Средневековая готика с её устремленностью ввысь и строгою геометрией и вертикалью, ренессанс с округлыми линиями, арками, богатым декором и сложной орнаментикой, барокко и рококо с их парадностью и театральностью, с опускающимися до самого пола зеркалами, дорогою обивкой и гобеленами (именно в эту эпоху появляется мягкая мебель!), классицизм и ампир, возвращающие нас в мир античной красоты и гармонии, буржуазный стиль эпохи Реставрации Бурбонов после наполеоновских войн, модерн рубежа XIX и XX веков, конструктивизм 30–х гг. – в общем, все эпохи и стили, все архитектурные формы и все материалы задействованы в искусстве мебели. А с эпохи великих географических открытий и в особенности с того времени, когда у Европы начались регулярные контакты с Японией и Китаем, в мебели появляется и восточный стиль – низкие столики, ширмы, этажерки…

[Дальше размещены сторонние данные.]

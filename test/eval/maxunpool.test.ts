// MaxUnpool. Outside checks: onnxruntime-node (graph optimizations off) on MaxPool -> MaxUnpool models with
// seeded random shapes, kernels, strides and pads (the indices come from MaxPool, as in a real model); the ONNX
// backend case test_maxunpool_export_with_output_shape for the output_shape input (run by conformance.test.ts;
// onnxruntime 1.30 places values differently there, see the kernel's comment).
import { describe, it } from 'vitest';
import { GraphBuilder } from '../helpers/build.js';
import { SEEDS, T, count, randn, rng, vsOrtGraph } from './ort-compare.js';

describe('MaxUnpool (outside check: onnxruntime-node)', () => {
  it('unpools what MaxPool picked, 1-D and 2-D', async () => {
    for (const seed of SEEDS) {
      const r = rng(seed);
      const sp = 1 + Math.floor(r() * 2);
      const kernel = Array.from({ length: sp }, () => 1 + Math.floor(r() * 3));
      const strides = kernel.map((k) => Math.max(1, k - Math.floor(r() * 2)));
      const pads = [...kernel.map((k) => (k > 1 && r() < 0.3 ? 1 : 0)), ...kernel.map(() => 0)];
      const dims = [1 + Math.floor(r() * 2), 1 + Math.floor(r() * 3), ...kernel.map((k) => k + Math.floor(r() * 5))];
      const g = new GraphBuilder();
      g.input('x', dims);
      const attrs = { kernel_shape: kernel, strides, pads };
      g.node('MaxPool', ['x'], attrs, { outputs: ['p', 'i'] });
      g.node('MaxUnpool', ['p', 'i'], attrs, { outputs: ['y'] });
      g.output('y');
      await vsOrtGraph(g, [{ name: 'x', dims, data: randn(r, count(dims)) }], 11, [{ name: 'y' }], undefined, `MaxUnpool seed ${seed} ${JSON.stringify(attrs)} [${dims}]`);
    }
  });

  it('unpools indices given as an int64 input', async () => {
    const g = new GraphBuilder();
    g.input('p', [1, 1, 2, 2]);
    g.input('i', [1, 1, 2, 2], T.INT64);
    g.node('MaxUnpool', ['p', 'i'], { kernel_shape: [2, 2], strides: [2, 2] }, { outputs: ['y'] });
    g.output('y');
    await vsOrtGraph(g, [{ name: 'p', dims: [1, 1, 2, 2], data: [1, 2, 3, 4] }, { name: 'i', dims: [1, 1, 2, 2], data: [0, 3, 9, 14], type: T.INT64 }], 11, [{ name: 'y' }]);
  });
});
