// The WebAssembly matrix kernel takes k in blocks (src/eval/wasm-gemm.ts runTiles: each block's sums go on from
// the values C holds). Every output element must still be the one ordered sum over k from zero, as if k were
// never cut: checked bit for bit against that sum written out here (float64: a*b then +, each rounded to float64;
// float32: each product and each sum rounded to float32, as f32x4.mul and f32x4.add do), for K below, at and
// past the block size, with 1 and 2 threads.
import { afterAll, describe, expect, it } from 'vitest';
import { gemm, rowMajor, simdOn } from '../../src/eval/gemm.js';
import { KBLOCK } from '../../src/eval/wasm-gemm.js';
import { setThreads, stopThreads } from '../../src/eval/threads.js';
import { randn, rng } from '../helpers/build.js';
import { availableParallelism } from 'node:os';

afterAll(async () => { setThreads(Math.max(1, availableParallelism())); await stopThreads(); });

function orderedSum(M: number, N: number, K: number, A: ArrayLike<number>, B: ArrayLike<number>, f32: boolean): Float64Array {
  const C = new Float64Array(M * N);
  for (let i = 0; i < M; i++) {
    for (let j = 0; j < N; j++) {
      let s = 0;
      if (f32) for (let k = 0; k < K; k++) s = Math.fround(s + Math.fround(A[i * K + k]! * B[k * N + j]!));
      else for (let k = 0; k < K; k++) s += A[i * K + k]! * B[k * N + j]!;
      C[i * N + j] = s;
    }
  }
  return C;
}

describe('the matrix kernel in blocks of k', () => {
  it('gives the ordered sum over k for K across block boundaries, float32 and float64, 1 and 2 threads', () => {
    expect(simdOn()).toBe(true);
    expect(KBLOCK).toBeGreaterThan(1);
    const r = rng(5);
    for (const K of [1, 3, KBLOCK - 1, KBLOCK, KBLOCK + 1, 2 * KBLOCK + 7, 5 * KBLOCK - 3]) {
      for (const f32 of [false, true]) {
        // large enough for the threads to share it (src/eval/threads.ts PARALLEL_MIN_WORK) at the larger K
        const M = 96, N = 40 + Math.floor(r() * 40);
        const A = Float32Array.from(randn(r, M * K, 1)), B = Float32Array.from(randn(r, K * N, 1));
        const want = orderedSum(M, N, K, A, B, f32);
        for (const threads of [1, 2]) {
          setThreads(threads);
          const C = f32 ? new Float32Array(M * N) : new Float64Array(M * N);
          gemm(M, N, K, rowMajor(f32 ? A : Float64Array.from(A), 0, K), rowMajor(f32 ? B : Float64Array.from(B), 0, N), C, 0, N, false);
          let bad = -1;
          for (let e = 0; e < C.length && bad < 0; e++) if (!Object.is(C[e], want[e])) bad = e;
          expect(bad, `K=${K} ${f32 ? 'float32' : 'float64'} threads ${threads}: element ${bad} ${C[bad]} vs ${want[bad]}`).toBe(-1);
        }
      }
    }
  });
});
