// Gemm and MatMul against onnxruntime-node on seeded random shapes (transposes, alpha/beta, C broadcasting,
// batched and broadcast MatMul, 1-D operands, sizes crossing the GEMM block edges).
import { describe, it } from 'vitest';
import { f, randn, rng, type AttrIn } from '../helpers/build.js';
import { checkOp, type In } from './harness.js';

const int = (r: () => number, lo: number, hi: number) => lo + Math.floor(r() * (hi - lo + 1));
const prod = (d: number[]) => d.reduce((a, b) => a * b, 1);

describe('Gemm vs onnxruntime-node', () => {
  it('transA/transB, alpha/beta, C of every broadcastable shape, opsets 7/9/11/13', async () => {
    for (let seed = 1; seed <= 30; seed++) {
      const r = rng(seed);
      const M = int(r, 1, 9), N = int(r, 1, 9), K = int(r, 1, 9);
      const tA = int(r, 0, 1), tB = int(r, 0, 1);
      const opset = [7, 9, 11, 13][seed % 4]!;
      const cShape = [[M, N], [N], [1, N], [M, 1], [1], [], null][int(r, 0, opset >= 11 ? 6 : 5)];
      const attrs: Record<string, AttrIn> = { transA: tA, transB: tB };
      if (r() < 0.5) attrs.alpha = f(0.5 + r());
      if (r() < 0.5) attrs.beta = f(-1 + 2 * r());
      const ins: In[] = [
        { name: 'a', dims: tA ? [K, M] : [M, K], data: randn(r, M * K) },
        { name: 'b', dims: tB ? [N, K] : [K, N], data: randn(r, K * N), init: r() < 0.5 },
      ];
      if (cShape) ins.push({ name: 'c', dims: cShape, data: randn(r, prod(cShape)), init: true });
      await checkOp('Gemm', opset, ins, attrs, ['y'], 1e-5, `seed ${seed} M${M} N${N} K${K} C[${cShape}]`);
    }
  });
  it('a layer larger than one GEMM block', async () => {
    const r = rng(99);
    await checkOp('Gemm', 13, [
      { name: 'a', dims: [7, 300], data: randn(r, 2100) },
      { name: 'b', dims: [133, 300], data: randn(r, 133 * 300), init: true },
      { name: 'c', dims: [133], data: randn(r, 133), init: true },
    ], { transB: 1 });
  });
});

describe('MatMul vs onnxruntime-node', () => {
  it('1-D, 2-D, batched and broadcast batch shapes (opsets 9 and 13)', async () => {
    for (let seed = 1; seed <= 40; seed++) {
      const r = rng(seed + 1000);
      const M = int(r, 1, 7), N = int(r, 1, 7), K = int(r, 1, 7);
      const batchA = Array.from({ length: int(r, 0, 2) }, () => int(r, 1, 3));
      const batchB = Array.from({ length: int(r, 0, 2) }, () => int(r, 1, 3));
      // make batch shapes broadcast: where both have an axis, one of them is 1 or they agree
      const nb = Math.min(batchA.length, batchB.length);
      for (let i = 1; i <= nb; i++) {
        const a = batchA[batchA.length - i]!, b = batchB[batchB.length - i]!;
        if (a !== b && a !== 1 && b !== 1) batchB[batchB.length - i] = r() < 0.5 ? 1 : a;
      }
      const aDims = r() < 0.15 ? [K] : [...batchA, M, K];
      const bDims = r() < 0.15 ? [K] : [...batchB, K, N];
      await checkOp('MatMul', seed % 2 ? 13 : 9, [
        { name: 'a', dims: aDims, data: randn(r, prod(aDims)) },
        { name: 'b', dims: bDims, data: randn(r, prod(bDims)), init: r() < 0.5 },
      ], {}, ['y'], 1e-5, `seed ${seed} a[${aDims}] b[${bDims}]`);
    }
  });
  it('stacked batches against a 2-D weight, crossing block edges', async () => {
    const r = rng(5);
    await checkOp('MatMul', 13, [
      { name: 'a', dims: [2, 33, 270], data: randn(r, 2 * 33 * 270) },
      { name: 'b', dims: [270, 19], data: randn(r, 270 * 19), init: true },
    ]);
  });
});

Мебель создаёт атмосферу дома, мебель формирует стиль жизни и задаёт тон всему нашему быту, мебель несёт в себе аромат всех эпох истории и всех завоеваний мировой культуры… Монолог Гаева из чеховского «Вишнёвого сада» на самом деле представляет собой совсем не юмористический, но по–настоящему философский текст. Действительно, мебель – это всегда целая философия. И не случайно любой из музеев в домах или усадьбах Пушкина или Блока, Чайковского или Ермоловой, Тургенева или Толстого больше всего гордится тем, что там сохранилась мебель былoгo врeмeни…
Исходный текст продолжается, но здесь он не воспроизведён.